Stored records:
# # # # # # #

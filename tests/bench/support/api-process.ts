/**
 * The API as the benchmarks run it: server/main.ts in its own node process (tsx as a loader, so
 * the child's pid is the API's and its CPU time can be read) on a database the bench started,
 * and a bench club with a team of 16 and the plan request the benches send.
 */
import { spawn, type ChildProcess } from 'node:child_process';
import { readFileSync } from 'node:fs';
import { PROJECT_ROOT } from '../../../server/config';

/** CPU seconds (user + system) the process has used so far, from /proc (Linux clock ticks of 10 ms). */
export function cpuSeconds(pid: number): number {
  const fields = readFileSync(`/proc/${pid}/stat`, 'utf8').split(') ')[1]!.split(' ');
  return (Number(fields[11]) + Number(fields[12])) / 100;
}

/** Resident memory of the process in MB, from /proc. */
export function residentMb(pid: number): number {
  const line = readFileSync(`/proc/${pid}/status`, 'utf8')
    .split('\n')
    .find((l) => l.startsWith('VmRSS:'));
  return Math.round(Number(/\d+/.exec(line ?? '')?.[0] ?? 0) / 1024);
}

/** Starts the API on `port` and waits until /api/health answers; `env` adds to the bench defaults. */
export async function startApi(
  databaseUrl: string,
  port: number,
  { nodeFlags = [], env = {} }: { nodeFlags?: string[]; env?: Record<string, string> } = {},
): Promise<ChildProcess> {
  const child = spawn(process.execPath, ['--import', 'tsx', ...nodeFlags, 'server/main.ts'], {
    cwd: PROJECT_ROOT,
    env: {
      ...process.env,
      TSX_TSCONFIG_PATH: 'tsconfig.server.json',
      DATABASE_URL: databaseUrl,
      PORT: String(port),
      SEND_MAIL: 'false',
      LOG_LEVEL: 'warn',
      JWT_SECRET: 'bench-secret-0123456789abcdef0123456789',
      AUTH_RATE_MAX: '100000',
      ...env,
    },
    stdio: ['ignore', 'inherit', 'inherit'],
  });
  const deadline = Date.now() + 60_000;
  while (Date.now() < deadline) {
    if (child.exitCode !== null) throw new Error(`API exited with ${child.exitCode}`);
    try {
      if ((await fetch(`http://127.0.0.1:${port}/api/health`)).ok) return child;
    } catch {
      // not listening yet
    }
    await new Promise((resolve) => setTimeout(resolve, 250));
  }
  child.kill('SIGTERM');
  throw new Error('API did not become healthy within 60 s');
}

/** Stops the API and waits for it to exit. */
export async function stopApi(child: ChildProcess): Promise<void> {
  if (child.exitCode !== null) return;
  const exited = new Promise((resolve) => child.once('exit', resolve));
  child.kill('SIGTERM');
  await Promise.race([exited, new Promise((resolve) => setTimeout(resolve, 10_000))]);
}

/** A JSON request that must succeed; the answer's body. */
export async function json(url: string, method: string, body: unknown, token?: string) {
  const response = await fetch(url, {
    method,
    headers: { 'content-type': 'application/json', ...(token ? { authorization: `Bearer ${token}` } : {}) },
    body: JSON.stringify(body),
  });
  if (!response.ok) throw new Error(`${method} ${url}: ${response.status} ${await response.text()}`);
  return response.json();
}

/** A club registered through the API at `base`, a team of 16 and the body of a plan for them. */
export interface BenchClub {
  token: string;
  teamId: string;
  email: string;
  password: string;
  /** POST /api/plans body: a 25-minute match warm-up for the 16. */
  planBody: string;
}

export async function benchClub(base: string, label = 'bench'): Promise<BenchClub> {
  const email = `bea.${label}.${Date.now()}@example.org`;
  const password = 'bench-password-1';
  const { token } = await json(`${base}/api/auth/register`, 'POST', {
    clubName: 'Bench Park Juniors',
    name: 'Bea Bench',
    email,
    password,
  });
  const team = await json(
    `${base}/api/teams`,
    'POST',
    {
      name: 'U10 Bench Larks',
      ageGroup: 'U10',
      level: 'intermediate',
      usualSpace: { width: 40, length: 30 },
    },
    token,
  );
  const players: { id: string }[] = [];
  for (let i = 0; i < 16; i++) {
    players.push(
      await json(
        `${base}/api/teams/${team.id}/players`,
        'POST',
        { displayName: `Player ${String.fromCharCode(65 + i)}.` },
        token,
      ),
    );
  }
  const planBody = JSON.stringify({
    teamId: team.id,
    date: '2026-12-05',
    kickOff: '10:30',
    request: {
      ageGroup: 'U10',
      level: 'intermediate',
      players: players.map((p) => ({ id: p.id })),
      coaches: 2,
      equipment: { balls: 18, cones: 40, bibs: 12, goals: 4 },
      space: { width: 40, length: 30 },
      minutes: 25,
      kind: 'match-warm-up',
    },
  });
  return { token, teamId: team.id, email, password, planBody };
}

# # # # # # #

# Exercise objective:
Go through the records and copy all of them exactly.

# Exercise answer:
filename tests/bench/support/api-process.ts
/**
 * The API as the benchmarks run it: server/main.ts in its own node process (tsx as a loader, so
 * the child's pid is the API's and its CPU time can be read) on a database the bench started,
 * and a bench club with a team of 16 and the plan request the benches send.
 */
import { spawn, type ChildProcess } from 'node:child_process';
import { readFileSync } from 'node:fs';
import { PROJECT_ROOT } from '../../../server/config';

/** CPU seconds (user + system) the process has used so far, from /proc (Linux clock ticks of 10 ms). */
export function cpuSeconds(pid: number): number {
  const fields = readFileSync(`/proc/${pid}/stat`, 'utf8').split(') ')[1]!.split(' ');
  return (Number(fields[11]) + Number(fields[12])) / 100;
}

/** Resident memory of the process in MB, from /proc. */
export function residentMb(pid: number): number {
  const line = readFileSync(`/proc/${pid}/status`, 'utf8')
    .split('\n')
    .find((l) => l.startsWith('VmRSS:'));
  return Math.round(Number(/\d+/.exec(line ?? '')?.[0] ?? 0) / 1024);
}

/** Starts the API on `port` and waits until /api/health answers; `env` adds to the bench defaults. */
export async function startApi(
  databaseUrl: string,
  port: number,
  { nodeFlags = [], env = {} }: { nodeFlags?: string[]; env?: Record<string, string> } = {},
): Promise<ChildProcess> {
  const child = spawn(process.execPath, ['--import', 'tsx', ...nodeFlags, 'server/main.ts'], {
    cwd: PROJECT_ROOT,
    env: {
      ...process.env,
      TSX_TSCONFIG_PATH: 'tsconfig.server.json',
      DATABASE_URL: databaseUrl,
      PORT: String(port),
      SEND_MAIL: 'false',
      LOG_LEVEL: 'warn',
      JWT_SECRET: 'bench-secret-0123456789abcdef0123456789',
      AUTH_RATE_MAX: '100000',
      ...env,
    },
    stdio: ['ignore', 'inherit', 'inherit'],
  });
  const deadline = Date.now() + 60_000;
  while (Date.now() < deadline) {
    if (child.exitCode !== null) throw new Error(`API exited with ${child.exitCode}`);
    try {
      if ((await fetch(`http://127.0.0.1:${port}/api/health`)).ok) return child;
    } catch {
      // not listening yet
    }
    await new Promise((resolve) => setTimeout(resolve, 250));
  }
  child.kill('SIGTERM');
  throw new Error('API did not become healthy within 60 s');
}

/** Stops the API and waits for it to exit. */
export async function stopApi(child: ChildProcess): Promise<void> {
  if (child.exitCode !== null) return;
  const exited = new Promise((resolve) => child.once('exit', resolve));
  child.kill('SIGTERM');
  await Promise.race([exited, new Promise((resolve) => setTimeout(resolve, 10_000))]);
}

/** A JSON request that must succeed; the answer's body. */
export async function json(url: string, method: string, body: unknown, token?: string) {
  const response = await fetch(url, {
    method,
    headers: { 'content-type': 'application/json', ...(token ? { authorization: `Bearer ${token}` } : {}) },
    body: JSON.stringify(body),
  });
  if (!response.ok) throw new Error(`${method} ${url}: ${response.status} ${await response.text()}`);
  return response.json();
}

/** A club registered through the API at `base`, a team of 16 and the body of a plan for them. */
export interface BenchClub {
  token: string;
  teamId: string;
  email: string;
  password: string;
  /** POST /api/plans body: a 25-minute match warm-up for the 16. */
  planBody: string;
}

export async function benchClub(base: string, label = 'bench'): Promise<BenchClub> {
  const email = `bea.${label}.${Date.now()}@example.org`;
  const password = 'bench-password-1';
  const { token } = await json(`${base}/api/auth/register`, 'POST', {
    clubName: 'Bench Park Juniors',
    name: 'Bea Bench',
    email,
    password,
  });
  const team = await json(
    `${base}/api/teams`,
    'POST',
    {
      name: 'U10 Bench Larks',
      ageGroup: 'U10',
      level: 'intermediate',
      usualSpace: { width: 40, length: 30 },
    },
    token,
  );
  const players: { id: string }[] = [];
  for (let i = 0; i < 16; i++) {
    players.push(
      await json(
        `${base}/api/teams/${team.id}/players`,
        'POST',
        { displayName: `Player ${String.fromCharCode(65 + i)}.` },
        token,
      ),
    );
  }
  const planBody = JSON.stringify({
    teamId: team.id,
    date: '2026-12-05',
    kickOff: '10:30',
    request: {
      ageGroup: 'U10',
      level: 'intermediate',
      players: players.map((p) => ({ id: p.id })),
      coaches: 2,
      equipment: { balls: 18, cones: 40, bibs: 12, goals: 4 },
      space: { width: 40, length: 30 },
      minutes: 25,
      kind: 'match-warm-up',
    },
  });
  return { token, teamId: team.id, email, password, planBody };
}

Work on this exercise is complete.